Wanted to have fun w/ my 100mm macro on the fish and shrimps and had no choice but to use flash if I wanted to increase my aperture at all. Even then, DoF was so shallow that any misfocus or subject movement resulted in crap blur. With P&S everything is in focus at close range without trying - LOL, but I do hate the shutter lag.

I'll play around with it more. Sorry for going OT ameek.


----------



## conix67

Doctor T said:


> Wanted to have fun w/ my 100mm macro on the fish and shrimps and had no choice but to use flash if I wanted to increase my aperture at all. Even then, DoF was so shallow that any misfocus or subject movement resulted in crap blur. With P&S everything is in focus at close range without trying - LOL, but I do hate the shutter lag.
> 
> I'll play around with it more. Sorry for going OT ameek.

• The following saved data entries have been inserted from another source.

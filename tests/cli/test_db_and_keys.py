from __future__ import annotations

import json

import pytest
from sqlalchemy import Engine

from service.pipeline.keys import KeyVerifier
from service.storage.schema import schema_status
from service.storage.session import make_engine, make_session_factory
from tests.cli.conftest import Cli


def _scope(engine: Engine, raw: str) -> str | None:
    with make_session_factory(engine)() as session:
        return KeyVerifier(ttl=0.0).scope_of(session, raw)


def test_no_command_prints_help(cli: Cli) -> None:
    run = cli()
    assert run.code == 2
    assert "usage: tidemap" in run.out


def test_db_status_then_upgrade(cli: Cli, sqlite_url: str) -> None:
    before = cli("db", "status")
    assert before.code == 0
    assert "state:    behind" in before.out
    assert "tidemap db upgrade" in before.err
    assert cli("db", "status", "--check").code == 1

    upgraded = cli("db", "upgrade")
    assert upgraded.code == 0
    engine = make_engine(sqlite_url)
    status = schema_status(engine)
    engine.dispose()
    assert status.ok
    assert f"-> {status.head}" in upgraded.out

    after = cli("db", "status", "--check")
    assert after.code == 0
    assert f"current:  {status.head}" in after.out
    assert "state:    current" in after.out


def test_keys_create_list_revoke(cli: Cli, sqlite_url: str) -> None:
    created = cli("keys", "create", "--name", "newsroom app", "--scope", "write")
    assert created.code == 0
    raw = created.out.strip()
    assert "\n" not in raw  # the key alone on stdout
    assert "not stored" in created.err
    assert "cannot be shown again" in created.err

    engine = make_engine(sqlite_url)
    try:
        assert _scope(engine, raw) == "write"

        listed = cli("keys", "list")
        assert listed.code == 0
        header, row = listed.out.strip().splitlines()
        assert header.split() == ["id", "name", "prefix", "scope", "created", "revoked"]
        assert "newsroom app" in row
        assert raw[:12] in row
        assert raw not in listed.out
        key_id = row.split()[0]

        revoked = cli("keys", "revoke", key_id)
        assert revoked.code == 0
        assert "revoked" in revoked.out
        assert _scope(engine, raw) is None
        assert cli("keys", "list").out.strip().splitlines()[1].split()[-1] != "-"
    finally:
        engine.dispose()


def test_keys_revoke_unknown_id(cli: Cli, sqlite_url: str) -> None:
    run = cli("keys", "revoke", "999")
    assert run.code == 1
    assert "999" in run.err


def test_keys_bad_scope_is_a_usage_error(cli: Cli, sqlite_url: str) -> None:
    with pytest.raises(SystemExit) as raised:  # argparse rejects it before any database work
        cli("keys", "create", "--name", "x", "--scope", "owner")
    assert raised.value.code == 2


def test_collections_create_with_settings_and_list(cli: Cli, sqlite_url: str) -> None:
    created = cli(
        "collections",
        "create",
        "news",
        "--setting",
        "stemming=true",
        "--setting",
        "reindex.after_changes=250",
        "--setting",
        "language=german",
    )
    assert created.code == 0, created.err
    view = json.loads(created.out)
    assert view["settings"]["stemming"] is True
    assert view["settings"]["language"] == "german"
    assert view["settings"]["reindex"]["after_changes"] == 250

    again = cli("collections", "create", "news")
    assert again.code == 1
    assert "already exists" in again.err

    bad = cli("collections", "create", "other", "--setting", "neighbors=1")
    assert bad.code == 1

    listed = cli("collections", "list")
    assert listed.out.splitlines()[0].split()[:2] == ["name", "documents"]
    assert listed.out.splitlines()[1].split()[0] == "news"
    assert len(listed.out.strip().splitlines()) == 2
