"""``tidemap bench build``: one JSON object on stdout, progress on stderr."""

from __future__ import annotations

import json
from pathlib import Path

from tests.cli.conftest import Cli


def test_bench_build_prints_one_json_object(cli: Cli) -> None:
    run = cli("bench", "build", "--docs", "300", "--json")
    assert run.code == 0, run.err
    report = json.loads(run.out)
    assert report["docs"] == 300 and "seconds_total" in report
    assert "mapping 300 documents" in run.err


def test_bench_build_reads_a_jsonl_file(cli: Cli, tmp_path: Path) -> None:
    path = tmp_path / "archive.jsonl"
    words = ["harbour", "tide", "ferry", "storm", "pier", "gull", "fog", "dune"]
    lines = [
        json.dumps({"text": " ".join(words[(i + j) % 8] for j in range(4)) + f" note{i % 5}"})
        for i in range(40)
    ]
    path.write_text("\n".join(lines), encoding="utf-8")
    run = cli("bench", "build", "--docs", "30", "--input", str(path))
    assert run.code == 0, run.err
    assert run.out.startswith(f"30 documents ({path})")


def test_bench_build_refuses_a_missing_file(cli: Cli, tmp_path: Path) -> None:
    run = cli("bench", "build", "--input", str(tmp_path / "nope.jsonl"))
    assert run.code == 2
    assert "is not a file" in run.err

Actually I too found 100mm Macro lens very difficult to use for aquarium shots. At macro range the DOF is really shallow, making it almost impossible to get nice shots unless the aperture setting is 20 or higher, at which point your shutter speed suffers.

Just use basic 18-55mm zoom lens or 35mm fixed prime lens! You'll get a better result.


----------



## ameekplec.

So it's been a month, and I haven't added anything new. Things have been growing - slowly. More polyps are popping up, SPS are growing out, and ricordea are dividing. 

Oh snap, that's a lie. I got a tiny frag of blue cespitularia about 2 or 3 weeks ago. Looks purdy - pictures don't capture it, but it actually sprakles, like there are little diamonds in it. Can't wait for it to grow out to colony size.

But for real, nothing much is going on. Stuff is growing. I've had to frag a fair bit here and there, and so I've sold a fair number of frags - helping to save up and pay for the upgrade 

Since an upgrade is still months and months into the future, I'm thinking of upgrading my lights by changing the crappy single reflector in the Nova Fixture to 6 parabolic reflectors arranged in a flat arc to attempt to maximize the light from my fixture.

But all in all pretty happy - I'm just tinkering now, finging out optimal places for everything, trying to clear out my frag racks and actually place things down onto the rock for a more permanent home. 

Pics sometime soon. Have to borrow a DSLR to get some decent shots


----------



## Doctor T

Good to hear everything is stable! Looking forward to the pics. How are the fish doing?


----------



## ameekplec.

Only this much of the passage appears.